→ Work instruction
Every entry, exactly as given, must be retyped.

··· Available data ···

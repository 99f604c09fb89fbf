package spanwright.path;

import java.util.ArrayList;
import java.util.List;
import java.util.Locale;
import java.util.Optional;

/**
 * Take-off windows: which elevations matter for a target on a frequency.
 *
 * <p>For each layer and number of hops the window runs from the elevation at the layer's least
 * height to that at its greatest, cut below at {@link #LEAST_DEGREES} and above where the secant
 * law says the frequency would pass through: f&middot;cos i may not be over the layer's critical
 * frequency (Martyn 1935; Davies, Ionospheric Radio, 1990).
 *
 * <p>Scored is the F2 window with the fewest hops that the middle height (325 km) serves from at
 * least {@link #LEAST_DEGREES}: each hop more costs another reflection from the ground and two more
 * passes through the absorbing layer. Where F2 cannot turn the frequency back so steeply, sporadic
 * E is scored, then E; where nothing can, the F2 geometry stands and the note says so.
 */
public final class TakeOff {
  /**
   * Rays below this are not counted: hills, houses and the soil's reflection take them. With it the
   * longest F2 hop is 4080 km, against "about 4000 km" in US Federal Standard 1037C.
   */
  public static final double LEAST_DEGREES = 1.5;

  /** Nearer than this to the antipode every bearing leads there [km]. */
  public static final double ANTIPODE_KM = 100;

  private static final double ROUND_THE_EARTH_KM = 2 * Math.PI * Hop.EARTH_RADIUS_KM;

  /** Once round, on whichever great circle, rounded up [km]. */
  private static final double FARTHEST_KM = 40_100;

  private static final double FARTHEST_NEAR_VERTICAL_KM = 2000;

  /** Hop numbers reported beyond the least. */
  private static final int MORE_F2_HOPS = 2;

  private static final int MOST_E_HOPS = 2;

  private TakeOff() {}

  /**
   * Windows toward a target at a distance.
   *
   * @param distanceKm along the great circle; over 20,000 is the long way round
   * @param frequencyMHz 0.1 to 1000
   * @return at least one window
   */
  public static Windows toward(double distanceKm, double frequencyMHz) {
    requireFrequency(frequencyMHz);
    if (!(distanceKm >= 0 && distanceKm <= FARTHEST_KM)) {
      throw new IllegalArgumentException(
          said(
              "A target %s km away is farther than once round the earth. Give 0 to 40,100 km.",
              distanceKm));
    }
    List<Window> f2 = windows(Layer.F2, distanceKm, frequencyMHz, MORE_F2_HOPS, 99);
    List<Window> e = windows(Layer.E, distanceKm, frequencyMHz, 0, MOST_E_HOPS);
    List<Window> es = windows(Layer.ES, distanceKm, frequencyMHz, 0, MOST_E_HOPS);
    List<Window> all = new ArrayList<>(f2);
    all.addAll(e);
    all.addAll(es);
    int fewest = fewestHops(distanceKm, middleKm(Layer.F2));
    Optional<Window> byF2 =
        f2.stream()
            .filter(w -> w.hops() >= fewest)
            .findFirst()
            .or(() -> f2.stream().reduce((one, next) -> next));
    if (byF2.isPresent()) {
      return new Windows(all, byF2.get(), "");
    }
    if (!es.isEmpty() || !e.isEmpty()) {
      Window scored = es.isEmpty() ? e.get(0) : es.get(0);
      String by = es.isEmpty() ? "the E layer" : "sporadic E";
      return new Windows(
          all,
          scored,
          said("%s MHz goes through F2 so near by; only %s serves this target.", frequencyMHz, by));
    }
    Window plain = window(Layer.F2, distanceKm, fewest, Layer.F2.highestKm()).orElseThrow();
    return new Windows(
        List.of(plain),
        plain,
        said(
            "%s MHz is hardly ever turned back so steeply; count on ground wave and scatter at "
                + "most. Scored as if F2 did.",
            frequencyMHz));
  }

  /**
   * The window of near-vertical cover: from the elevation that reaches the edge by the lowest F2
   * height up to the zenith, all round.
   *
   * @param radiusKm of the area to cover, over 0, at most 2000
   * @param frequencyMHz 0.1 to 1000
   */
  public static Windows nearVertical(double radiusKm, double frequencyMHz) {
    requireFrequency(frequencyMHz);
    if (!(radiusKm > 0 && radiusKm <= FARTHEST_NEAR_VERTICAL_KM)) {
      throw new IllegalArgumentException(
          said(
              "Near-vertical cover of %s km is not near-vertical. Give up to 2000 km, or a target"
                  + " with bearing and distance.",
              radiusKm));
    }
    double from = Math.toDegrees(Hop.elevation(radiusKm, Layer.F2.lowestKm()));
    Window window = new Window(Layer.F2, 1, from, 90);
    String note =
        frequencyMHz <= Layer.F2.criticalMHz()
            ? ""
            : said(
                "%s MHz is hardly ever turned back from straight above; use a band under 10 MHz for"
                    + " near-vertical cover.",
                frequencyMHz);
    return new Windows(List.of(window), window, note);
  }

  /** Whether a distance ends so near the antipode that every bearing leads there. */
  public static boolean bearingIsAny(double distanceKm) {
    return Math.abs(distanceKm - ROUND_THE_EARTH_KM / 2) <= ANTIPODE_KM;
  }

  private static List<Window> windows(
      Layer layer, double distanceKm, double frequencyMHz, int more, int mostHops) {
    List<Window> windows = new ArrayList<>();
    int fewest = fewestHops(distanceKm, layer.highestKm());
    for (int hops = fewest; hops <= Math.min(fewest + more, mostHops); hops++) {
      double ceiling = ceilingKm(layer, distanceKm / hops, frequencyMHz);
      if (ceiling >= layer.lowestKm()) {
        window(layer, distanceKm, hops, ceiling).ifPresent(windows::add);
      }
    }
    return windows;
  }

  private static Optional<Window> window(
      Layer layer, double distanceKm, int hops, double ceilingKm) {
    double range = distanceKm / hops;
    double to = Math.toDegrees(Hop.elevation(range, ceilingKm));
    if (to < LEAST_DEGREES) {
      return Optional.empty();
    }
    double from = Math.max(LEAST_DEGREES, Math.toDegrees(Hop.elevation(range, layer.lowestKm())));
    return Optional.of(new Window(layer, hops, Math.min(from, to), to));
  }

  /** Fewest hops that a mirror at this height makes without going under the least elevation. */
  private static int fewestHops(double distanceKm, double heightKm) {
    double longest = Hop.rangeKm(Math.toRadians(LEAST_DEGREES), heightKm);
    return Math.max(1, (int) Math.ceil(distanceKm / longest - 1e-9));
  }

  private static double middleKm(Layer layer) {
    return (layer.lowestKm() + layer.highestKm()) / 2;
  }

  /**
   * The greatest height of a layer at which the secant law still turns the frequency back; under
   * the layer's least height when none does. Higher mirrors mean steeper rays, so there is one.
   */
  private static double ceilingKm(Layer layer, double rangeKm, double frequencyMHz) {
    if (turnsBack(layer, rangeKm, layer.highestKm(), frequencyMHz)) {
      return layer.highestKm();
    }
    if (!turnsBack(layer, rangeKm, layer.lowestKm(), frequencyMHz)) {
      return Double.NEGATIVE_INFINITY;
    }
    double served = layer.lowestKm();
    double lost = layer.highestKm();
    while (lost - served > 1e-6) {
      double middle = (served + lost) / 2;
      if (turnsBack(layer, rangeKm, middle, frequencyMHz)) {
        served = middle;
      } else {
        lost = middle;
      }
    }
    return served;
  }

  private static boolean turnsBack(
      Layer layer, double rangeKm, double heightKm, double frequencyMHz) {
    double elevation = Math.max(0, Hop.elevation(rangeKm, heightKm));
    double needed = frequencyMHz * Math.cos(Hop.incidence(elevation, heightKm));
    return needed <= layer.criticalMHz();
  }

  private static void requireFrequency(double frequencyMHz) {
    if (!(frequencyMHz >= 0.1 && frequencyMHz <= 1000)) {
      throw new IllegalArgumentException(
          said(
              "A frequency of %s MHz is outside 0.1 to 1000 MHz. Give megahertz, not hertz.",
              frequencyMHz));
    }
  }

  private static String said(String form, Object... parts) {
    for (int k = 0; k < parts.length; k++) {
      if (parts[k] instanceof Double number) {
        parts[k] = String.format(Locale.ROOT, "%.6g", number).replaceAll("\\.?0+$", "");
      }
    }
    return String.format(Locale.ROOT, form, parts);
  }
}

···

→ Answer to the exercise
repository 99f604c09fb89fbf
package spanwright.path;

import java.util.ArrayList;
import java.util.List;
import java.util.Locale;
import java.util.Optional;

/**
 * Take-off windows: which elevations matter for a target on a frequency.
 *
 * <p>For each layer and number of hops the window runs from the elevation at the layer's least
 * height to that at its greatest, cut below at {@link #LEAST_DEGREES} and above where the secant
 * law says the frequency would pass through: f&middot;cos i may not be over the layer's critical
 * frequency (Martyn 1935; Davies, Ionospheric Radio, 1990).
 *
 * <p>Scored is the F2 window with the fewest hops that the middle height (325 km) serves from at
 * least {@link #LEAST_DEGREES}: each hop more costs another reflection from the ground and two more
 * passes through the absorbing layer. Where F2 cannot turn the frequency back so steeply, sporadic
 * E is scored, then E; where nothing can, the F2 geometry stands and the note says so.
 */
public final class TakeOff {
  /**
   * Rays below this are not counted: hills, houses and the soil's reflection take them. With it the
   * longest F2 hop is 4080 km, against "about 4000 km" in US Federal Standard 1037C.
   */
  public static final double LEAST_DEGREES = 1.5;

  /** Nearer than this to the antipode every bearing leads there [km]. */
  public static final double ANTIPODE_KM = 100;

  private static final double ROUND_THE_EARTH_KM = 2 * Math.PI * Hop.EARTH_RADIUS_KM;

  /** Once round, on whichever great circle, rounded up [km]. */
  private static final double FARTHEST_KM = 40_100;

  private static final double FARTHEST_NEAR_VERTICAL_KM = 2000;

  /** Hop numbers reported beyond the least. */
  private static final int MORE_F2_HOPS = 2;

  private static final int MOST_E_HOPS = 2;

  private TakeOff() {}

  /**
   * Windows toward a target at a distance.
   *
   * @param distanceKm along the great circle; over 20,000 is the long way round
   * @param frequencyMHz 0.1 to 1000
   * @return at least one window
   */
  public static Windows toward(double distanceKm, double frequencyMHz) {
    requireFrequency(frequencyMHz);
    if (!(distanceKm >= 0 && distanceKm <= FARTHEST_KM)) {
      throw new IllegalArgumentException(
          said(
              "A target %s km away is farther than once round the earth. Give 0 to 40,100 km.",
              distanceKm));
    }
    List<Window> f2 = windows(Layer.F2, distanceKm, frequencyMHz, MORE_F2_HOPS, 99);
    List<Window> e = windows(Layer.E, distanceKm, frequencyMHz, 0, MOST_E_HOPS);
    List<Window> es = windows(Layer.ES, distanceKm, frequencyMHz, 0, MOST_E_HOPS);
    List<Window> all = new ArrayList<>(f2);
    all.addAll(e);
    all.addAll(es);
    int fewest = fewestHops(distanceKm, middleKm(Layer.F2));
    Optional<Window> byF2 =
        f2.stream()
            .filter(w -> w.hops() >= fewest)
            .findFirst()
            .or(() -> f2.stream().reduce((one, next) -> next));
    if (byF2.isPresent()) {
      return new Windows(all, byF2.get(), "");
    }
    if (!es.isEmpty() || !e.isEmpty()) {
      Window scored = es.isEmpty() ? e.get(0) : es.get(0);
      String by = es.isEmpty() ? "the E layer" : "sporadic E";
      return new Windows(
          all,
          scored,
          said("%s MHz goes through F2 so near by; only %s serves this target.", frequencyMHz, by));
    }
    Window plain = window(Layer.F2, distanceKm, fewest, Layer.F2.highestKm()).orElseThrow();
    return new Windows(
        List.of(plain),
        plain,
        said(
            "%s MHz is hardly ever turned back so steeply; count on ground wave and scatter at "
                + "most. Scored as if F2 did.",
            frequencyMHz));
  }

  /**
   * The window of near-vertical cover: from the elevation that reaches the edge by the lowest F2
   * height up to the zenith, all round.
   *
   * @param radiusKm of the area to cover, over 0, at most 2000
   * @param frequencyMHz 0.1 to 1000
   */
  public static Windows nearVertical(double radiusKm, double frequencyMHz) {
    requireFrequency(frequencyMHz);
    if (!(radiusKm > 0 && radiusKm <= FARTHEST_NEAR_VERTICAL_KM)) {
      throw new IllegalArgumentException(
          said(
              "Near-vertical cover of %s km is not near-vertical. Give up to 2000 km, or a target"
                  + " with bearing and distance.",
              radiusKm));
    }
    double from = Math.toDegrees(Hop.elevation(radiusKm, Layer.F2.lowestKm()));
    Window window = new Window(Layer.F2, 1, from, 90);
    String note =
        frequencyMHz <= Layer.F2.criticalMHz()
            ? ""
            : said(
                "%s MHz is hardly ever turned back from straight above; use a band under 10 MHz for"
                    + " near-vertical cover.",
                frequencyMHz);
    return new Windows(List.of(window), window, note);
  }

  /** Whether a distance ends so near the antipode that every bearing leads there. */
  public static boolean bearingIsAny(double distanceKm) {
    return Math.abs(distanceKm - ROUND_THE_EARTH_KM / 2) <= ANTIPODE_KM;
  }

  private static List<Window> windows(
      Layer layer, double distanceKm, double frequencyMHz, int more, int mostHops) {
    List<Window> windows = new ArrayList<>();
    int fewest = fewestHops(distanceKm, layer.highestKm());
    for (int hops = fewest; hops <= Math.min(fewest + more, mostHops); hops++) {
      double ceiling = ceilingKm(layer, distanceKm / hops, frequencyMHz);
      if (ceiling >= layer.lowestKm()) {
        window(layer, distanceKm, hops, ceiling).ifPresent(windows::add);
      }
    }
    return windows;
  }

  private static Optional<Window> window(
      Layer layer, double distanceKm, int hops, double ceilingKm) {
    double range = distanceKm / hops;
    double to = Math.toDegrees(Hop.elevation(range, ceilingKm));
    if (to < LEAST_DEGREES) {
      return Optional.empty();
    }
    double from = Math.max(LEAST_DEGREES, Math.toDegrees(Hop.elevation(range, layer.lowestKm())));
    return Optional.of(new Window(layer, hops, Math.min(from, to), to));
  }

  /** Fewest hops that a mirror at this height makes without going under the least elevation. */
  private static int fewestHops(double distanceKm, double heightKm) {
    double longest = Hop.rangeKm(Math.toRadians(LEAST_DEGREES), heightKm);
    return Math.max(1, (int) Math.ceil(distanceKm / longest - 1e-9));
  }

  private static double middleKm(Layer layer) {
    return (layer.lowestKm() + layer.highestKm()) / 2;
  }

  /**
   * The greatest height of a layer at which the secant law still turns the frequency back; under
   * the layer's least height when none does. Higher mirrors mean steeper rays, so there is one.
   */
  private static double ceilingKm(Layer layer, double rangeKm, double frequencyMHz) {
    if (turnsBack(layer, rangeKm, layer.highestKm(), frequencyMHz)) {
      return layer.highestKm();
    }
    if (!turnsBack(layer, rangeKm, layer.lowestKm(), frequencyMHz)) {
      return Double.NEGATIVE_INFINITY;
    }
    double served = layer.lowestKm();
    double lost = layer.highestKm();
    while (lost - served > 1e-6) {
      double middle = (served + lost) / 2;
      if (turnsBack(layer, rangeKm, middle, frequencyMHz)) {
        served = middle;
      } else {
        lost = middle;
      }
    }
    return served;
  }

  private static boolean turnsBack(
      Layer layer, double rangeKm, double heightKm, double frequencyMHz) {
    double elevation = Math.max(0, Hop.elevation(rangeKm, heightKm));
    double needed = frequencyMHz * Math.cos(Hop.incidence(elevation, heightKm));
    return needed <= layer.criticalMHz();
  }

  private static void requireFrequency(double frequencyMHz) {
    if (!(frequencyMHz >= 0.1 && frequencyMHz <= 1000)) {
      throw new IllegalArgumentException(
          said(
              "A frequency of %s MHz is outside 0.1 to 1000 MHz. Give megahertz, not hertz.",
              frequencyMHz));
    }
  }

  private static String said(String form, Object... parts) {
    for (int k = 0; k < parts.length; k++) {
      if (parts[k] instanceof Double number) {
        parts[k] = String.format(Locale.ROOT, "%.6g", number).replaceAll("\\.?0+$", "");
      }
    }
    return String.format(Locale.ROOT, form, parts);
  }
}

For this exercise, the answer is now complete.